Data shown:
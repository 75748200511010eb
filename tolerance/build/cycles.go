package build

import (
	"strings"

	"batchwright/tolerance/formula"
)

// checkFormulas checks the names and dimensions of every formula stage.
func (r *reader) checkFormulas() {
	for _, s := range r.stages {
		scope := formulaScope{r.build, s.Stage}
		for _, f := range s.Formulas {
			r.checkFormula(s, f, scope)
		}
		r.checkOutputCycles(s)
	}
}

// checkOutputCycles complains of outputs of one stage that need each other in
// a circle.
func (r *reader) checkOutputCycles(s stageNode) {
	state := map[string]int{}
	var walk func(name string, path []string)
	walk = func(name string, path []string) {
		if s.place(s.Name) == nil {
			name = strings.TrimPrefix(name, s.Name+".") // an output may be named in full
		}
		x := s.Stage.find(name)
		if x == nil || !s.Kind.Free || s.place(name) != nil || s.setting(name) != nil || state[name] == 2 {
			return
		}
		path = append(path, name)
		if state[name] == 1 {
			r.Add(s.node.Get("outputs").Get(name).Get("expression"), "outputs in a circle",
				"outputs that do not need each other: "+strings.Join(path, " -> "))
			return
		}
		state[name] = 1
		for _, next := range x.Names() {
			walk(next, path)
		}
		state[name] = 2
	}
	for _, f := range s.Formulas {
		walk(f.Name, nil)
	}
}

func (r *reader) checkFormula(s stageNode, f formula.Equation, scope formulaScope) {
	n := s.node.Get("outputs").Get(f.Name)
	dimension, mistakes := f.Expression.Check(scope)
	r.mistakes(n.Get("expression"), mistakes)
	out, _ := s.output(f.Name)
	if len(mistakes) > 0 || dimension == out.Unit.Dimension {
		return
	}
	at := n.Get("unit")
	if at == nil {
		at = n.Get("expression")
	}
	r.Add(at, "unit of "+f.Name, "the unit of its expression, "+dimension.String())
}

// checkCycles complains of stages that need each other's outputs in a circle.
func (r *reader) checkCycles() {
	state := map[string]int{} // 1: on the way, 2: done
	var walk func(s stageNode, path []string)
	walk = func(s stageNode, path []string) {
		path = append(path, s.Name)
		switch state[s.Name] {
		case 1:
			r.Add(s.node.Get("kind"), "cycle between stages", "stages that do not need each other: "+strings.Join(path, " -> "))
			return
		case 2:
			return
		}
		state[s.Name] = 1
		for _, next := range r.needs(s) {
			walk(next, path)
		}
		state[s.Name] = 2
	}
	for _, s := range r.stages {
		walk(s, nil)
	}
}

// head is the stage in a name such as "fixed.frequency".
func head(name string) string {
	first, _, _ := strings.Cut(name, ".")
	return first
}

// needs lists the other stages a stage takes something from.
func (r *reader) needs(s stageNode) []stageNode {
	var out []stageNode
	for _, name := range s.Needs() {
		for _, other := range r.stages {
			if other.Name == name {
				out = append(out, other)
			}
		}
	}
	return out
}

// Needs names the other stages that a stage takes something from, and perhaps a
// condition's variables.
func (s *Stage) Needs() []string {
	var heads []string
	for _, w := range s.Wires {
		heads = append(heads, w.From)
	}
	for _, set := range s.Settings {
		for _, name := range set.references() {
			heads = append(heads, head(name))
		}
	}
	for _, p := range s.Places {
		if h := head(p.acrossFrom()); h != s.Name { // its own is for checkAcross
			heads = append(heads, h)
		}
	}
	for _, f := range s.Formulas {
		for _, name := range f.Expression.Names() { // its own are walked by checkOutputCycles
			if h := head(name); h != s.Name && s.place(h) == nil && s.setting(h) == nil {
				heads = append(heads, h)
			}
		}
	}
	return heads
}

What you have to do: Every entry must appear in the answer, reproduced exactly.

Solution to this exercise:
repository 75748200511010eb
filename tolerance/build/cycles.go
package build

import (
	"strings"

	"batchwright/tolerance/formula"
)

// checkFormulas checks the names and dimensions of every formula stage.
func (r *reader) checkFormulas() {
	for _, s := range r.stages {
		scope := formulaScope{r.build, s.Stage}
		for _, f := range s.Formulas {
			r.checkFormula(s, f, scope)
		}
		r.checkOutputCycles(s)
	}
}

// checkOutputCycles complains of outputs of one stage that need each other in
// a circle.
func (r *reader) checkOutputCycles(s stageNode) {
	state := map[string]int{}
	var walk func(name string, path []string)
	walk = func(name string, path []string) {
		if s.place(s.Name) == nil {
			name = strings.TrimPrefix(name, s.Name+".") // an output may be named in full
		}
		x := s.Stage.find(name)
		if x == nil || !s.Kind.Free || s.place(name) != nil || s.setting(name) != nil || state[name] == 2 {
			return
		}
		path = append(path, name)
		if state[name] == 1 {
			r.Add(s.node.Get("outputs").Get(name).Get("expression"), "outputs in a circle",
				"outputs that do not need each other: "+strings.Join(path, " -> "))
			return
		}
		state[name] = 1
		for _, next := range x.Names() {
			walk(next, path)
		}
		state[name] = 2
	}
	for _, f := range s.Formulas {
		walk(f.Name, nil)
	}
}

func (r *reader) checkFormula(s stageNode, f formula.Equation, scope formulaScope) {
	n := s.node.Get("outputs").Get(f.Name)
	dimension, mistakes := f.Expression.Check(scope)
	r.mistakes(n.Get("expression"), mistakes)
	out, _ := s.output(f.Name)
	if len(mistakes) > 0 || dimension == out.Unit.Dimension {
		return
	}
	at := n.Get("unit")
	if at == nil {
		at = n.Get("expression")
	}
	r.Add(at, "unit of "+f.Name, "the unit of its expression, "+dimension.String())
}

// checkCycles complains of stages that need each other's outputs in a circle.
func (r *reader) checkCycles() {
	state := map[string]int{} // 1: on the way, 2: done
	var walk func(s stageNode, path []string)
	walk = func(s stageNode, path []string) {
		path = append(path, s.Name)
		switch state[s.Name] {
		case 1:
			r.Add(s.node.Get("kind"), "cycle between stages", "stages that do not need each other: "+strings.Join(path, " -> "))
			return
		case 2:
			return
		}
		state[s.Name] = 1
		for _, next := range r.needs(s) {
			walk(next, path)
		}
		state[s.Name] = 2
	}
	for _, s := range r.stages {
		walk(s, nil)
	}
}

// head is the stage in a name such as "fixed.frequency".
func head(name string) string {
	first, _, _ := strings.Cut(name, ".")
	return first
}

// needs lists the other stages a stage takes something from.
func (r *reader) needs(s stageNode) []stageNode {
	var out []stageNode
	for _, name := range s.Needs() {
		for _, other := range r.stages {
			if other.Name == name {
				out = append(out, other)
			}
		}
	}
	return out
}

// Needs names the other stages that a stage takes something from, and perhaps a
// condition's variables.
func (s *Stage) Needs() []string {
	var heads []string
	for _, w := range s.Wires {
		heads = append(heads, w.From)
	}
	for _, set := range s.Settings {
		for _, name := range set.references() {
			heads = append(heads, head(name))
		}
	}
	for _, p := range s.Places {
		if h := head(p.acrossFrom()); h != s.Name { // its own is for checkAcross
			heads = append(heads, h)
		}
	}
	for _, f := range s.Formulas {
		for _, name := range f.Expression.Names() { // its own are walked by checkOutputCycles
			if h := head(name); h != s.Name && s.place(h) == nil && s.setting(h) == nil {
				heads = append(heads, h)
			}
		}
	}
	return heads
}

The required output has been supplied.